Mencari Jalan Damai dalam Demokrasi
Oleh: Ir Effendi Sianipar
Demokrasi dan Kekuasaan
SEJARAH demokrasi Indonesia dalam empat masa, pertama Demokrasi Parlementer (1945-1959 ), kedua Demokrasi Terpimpin (1959-1965), ketiga Demokrasi Pancasila (1966-1998) yang berlaku pada masa pemerintahan Orde Baru oleh pemerintahan Soeharto, dan sekarang ke empat Demokrasi Pasca Reformasi (1998-sekarang) saat posisi UUD 45 sudah diamandemen.
Dalam perkembangannya praktek demokrasi di Indonesia masih terus berkembang dengan sistemnya yang lebih terbuka dan tetap ada partisipasi dari rakyat. Demokrasi bukan barang sederhana yg bukan sekedar terminologi gagah gagahan melainkan sebuah sikap dan prilaku inklusif.
Saat itu, demokrasi sudah dipeluk erat erat dalam membangun bangsa dan negara harus menjadi teladan, karena masa depan bangsa ini tidak mungkin lagi dibangun dengan menyakiti atau membohongi rakyat sendiri.

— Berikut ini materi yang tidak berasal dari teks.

impl Assembler {
    /// A new assembler.
    pub fn new(interval_ms: i64, max_wait_ms: i64, reorder_ms: i64, rules: Vec<TagRule>) -> Assembler {
        let bufs = vec![TagBuf::default(); rules.len()];
        let reorder_ms = reorder_ms.max(0);
        Assembler {
            interval_ms,
            max_wait_ms,
            reorder_ms,
            rules,
            bufs,
            open_from: None,
            max_event: None,
            held: Vec::new(),
            epoch_times: 0,
            implausible: 0,
            gap: None,
        }
    }

    /// How far ahead of the data's newest time a sample is held for confirmation, ms.
    fn jump_ms(&self) -> i64 {
        MIN_JUMP_MS.max(3 * self.max_wait_ms).max(15 * self.interval_ms)
    }

    /// Samples found implausible since the last call (counted, not used).
    pub fn take_implausible(&mut self) -> u64 {
        std::mem::take(&mut self.implausible)
    }

    /// A long stretch without data skipped since the last call: (from, to), ms.
    pub fn take_gap(&mut self) -> Option<(i64, i64)> {
        self.gap.take()
    }

    /// The end of the input (replay): held samples were never confirmed; they are implausible.
    pub fn drop_held(&mut self) {
        self.implausible += self.held.len() as u64;
        self.held.clear();
    }

    /// Restore from a checkpoint with the current rules (tags must match by count; otherwise
    /// the saved buffers are dropped and the assembler starts fresh at the saved position).
    pub fn restore(
        mut saved: Assembler,
        interval_ms: i64,
        max_wait_ms: i64,
        reorder_ms: i64,
        rules: Vec<TagRule>,
    ) -> Assembler {
        if saved.bufs.len() != rules.len() || saved.interval_ms != interval_ms {
            let mut fresh = Assembler::new(interval_ms, max_wait_ms, reorder_ms, rules);
            fresh.open_from = saved.open_from.map(|t| floor_to(t, interval_ms));
            return fresh;
        }
        saved.rules = rules;
        saved.max_wait_ms = max_wait_ms;
        saved.reorder_ms = reorder_ms.max(0);
        saved
    }

    /// Start of the earliest open interval, if any interval was closed yet.
    pub fn open_from(&self) -> Option<i64> {
        self.open_from
    }

    /// Newest sample time accepted (kept in the checkpoint), ms.
    pub fn max_event(&self) -> Option<i64> {
        self.max_event
    }

    /// Whether samples are waiting in an open interval.
    pub fn has_open(&self) -> bool {
        self.bufs.iter().any(|b| !b.samples.is_empty())
    }

    /// Add a sample.
    pub fn add(&mut self, s: &Sample) -> Added {
        if let Some(max) = self.max_event
            && s.t_ms > max + self.jump_ms()
        {
            return self.hold(s);
        }
        if !self.held.is_empty() {
            // The data carry on at their old time: what was held was a stray.
            let first_held = self.held.iter().map(|h| h.1).min().unwrap_or(i64::MAX);
            if s.t_ms >= self.max_event.unwrap_or(s.t_ms) && s.t_ms < first_held {
                self.drop_held();
            }
        }
        self.accept(s)
    }

    /// Hold a sample far ahead; once the held samples span enough distinct times, take the
    /// jump: the data now run at the new time.
    fn hold(&mut self, s: &Sample) -> Added {
        self.held.push((s.tag, s.t_ms, s.value, s.quality));
        let mut times: Vec<i64> = self.held.iter().map(|h| h.1).collect();
        times.sort_unstable();
        times.dedup();
        let spans = times.last().copied().unwrap_or(0) - times.first().copied().unwrap_or(0);
        if (times.len() as u32) < CONFIRM_TIMES || spans < self.interval_ms {
            return Added::Held;
        }
        // Confirmed. Data of an epoch that never had enough times of its own (a first row
        // dated years back) are dropped as implausible rather than closed into intervals.
        if self.epoch_times < CONFIRM_TIMES {
            let n: usize = self.bufs.iter().map(|b| b.samples.len()).sum();
            self.implausible += n as u64;
            for b in &mut self.bufs {
                *b = TagBuf::default();
            }
            self.open_from = None;
        }
        self.max_event = None;
        self.epoch_times = 0;
        for (tag, t_ms, value, quality) in std::mem::take(&mut self.held) {
            self.accept(&Sample { tag, t_ms, value, quality });
        }
        Added::Accepted
    }

    /// Buffer a sample (not late, not a jump).
    fn accept(&mut self, s: &Sample) -> Added {
        if let Some(open) = self.open_from
            && s.t_ms < open
        {
            return Added::Late;
        }
        let Some(buf) = self.bufs.get_mut(s.tag) else { return Added::Late };
        // Duplicates are usually next to each other: search from the newest.
        if let Some(&(_, v, q)) = buf.samples.iter().rev().find(|x| x.0 == s.t_ms) {
            let same = (v == s.value || (v.is_nan() && s.value.is_nan())) && q == s.quality;
            return Added::Duplicate { conflicting: !same };
        }
        buf.samples.push((s.t_ms, s.value, s.quality));
        buf.latest = Some(buf.latest.map_or(s.t_ms, |l| l.max(s.t_ms)));
        if self.max_event.is_none_or(|m| s.t_ms > m) && self.epoch_times < CONFIRM_TIMES {
            self.epoch_times += 1;
        }
        self.max_event = Some(self.max_event.map_or(s.t_ms, |m| m.max(s.t_ms)));
        Added::Accepted
    }

    /// The earliest open interval, if there are samples. A long stretch without any data
    /// (the next sample at least the jump threshold past the open interval) is skipped in one
    /// step, not closed as thousands of empty intervals.
    fn earliest(&self) -> Option<(i64, i64)> {
        let min = || self.bufs.iter().flat_map(|b| b.samples.iter().map(|s| s.0)).min();
        let start = match self.open_from {
            // Only after a jump in the data can a stretch be skipped (the common case stays O(1)).
            Some(t) if self.max_event.is_some_and(|m| m >= t + self.interval_ms + self.jump_ms()) => {
                match min() {
                    Some(m) if m >= t + self.interval_ms + self.jump_ms() => floor_to(m, self.interval_ms),
                    _ => t,
                }
            }
            Some(t) => t,
            None => floor_to(min()?, self.interval_ms),
        };
        Some((start, start + self.interval_ms))
    }

    /// Whether the earliest open interval may close now (cheap; call after each sample).
    pub fn ready(&self, quiet: bool) -> bool {
        let (Some((start, end)), Some(max_event)) = (self.earliest(), self.max_event) else { return false };
        if quiet && start <= max_event {
            return true;
        }
        if max_event >= end + self.max_wait_ms.max(self.reorder_ms) {
            return true;
        }
        let passed = end + self.reorder_ms;
        let mut any_required = false;
        for (rule, buf) in self.rules.iter().zip(&self.bufs) {
            if rule.required {
                any_required = true;
                if buf.latest.is_none_or(|l| l < passed) {
                    return false;
                }
            }
        }
        any_required
    }

    /// Close the earliest interval if it is ready.
    pub fn close_next(&mut self, quiet: bool) -> Option<Closed> {
        if !self.ready(quiet) {
            return None;
        }
        let (start, end) = self.earliest()?;
        if let Some(open) = self.open_from
            && start > open
        {
            // A long stretch without any data, skipped in one step (see `earliest`).
            self.gap = Some((open, start));
            for b in &mut self.bufs {
                b.carry = None;
            }
        }
        let mut conflicting = 0u32;
        let tags = self
            .rules
            .iter()
            .zip(self.bufs.iter_mut())
            .map(|(rule, buf)| aggregate(rule, buf, start, end, &mut conflicting))
            .collect();
        self.open_from = Some(end);
        Some(Closed { start_ms: start, end_ms: end, tags, conflicting_duplicates: conflicting })
    }
}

Lahirnya kepemimpinan baru 2024 dengan segala keruwetan yang berhadapan dengan kondisi geopolitik tidak menentu, yang goyangannya akan terasa tidak langsung tetapi dalam waktu tertentu.
Munculnya kelompok egomania menganggap dirinya paling benar terus bermunculan yang mempengaruhi dan menjalar di pikiran masyarakat, sehingga rakyat semakin ruwet melihatnya, ditambah situasi ekonomi makro sehingga akhirnya wajah demokrasi kita sangat formal dlm kerangka kekuasaan dan bukan substansial.
Demokrasi Oplosan
Demokrasi menjadi gagasan yang berasal dari masa Yunani kuno. Sistem demokrasi yang diterapkan tersebut terdapat di Kota Yunani pada abad ke-6 dan ke-3 SM, serta merupakan sistem demokrasi langsung.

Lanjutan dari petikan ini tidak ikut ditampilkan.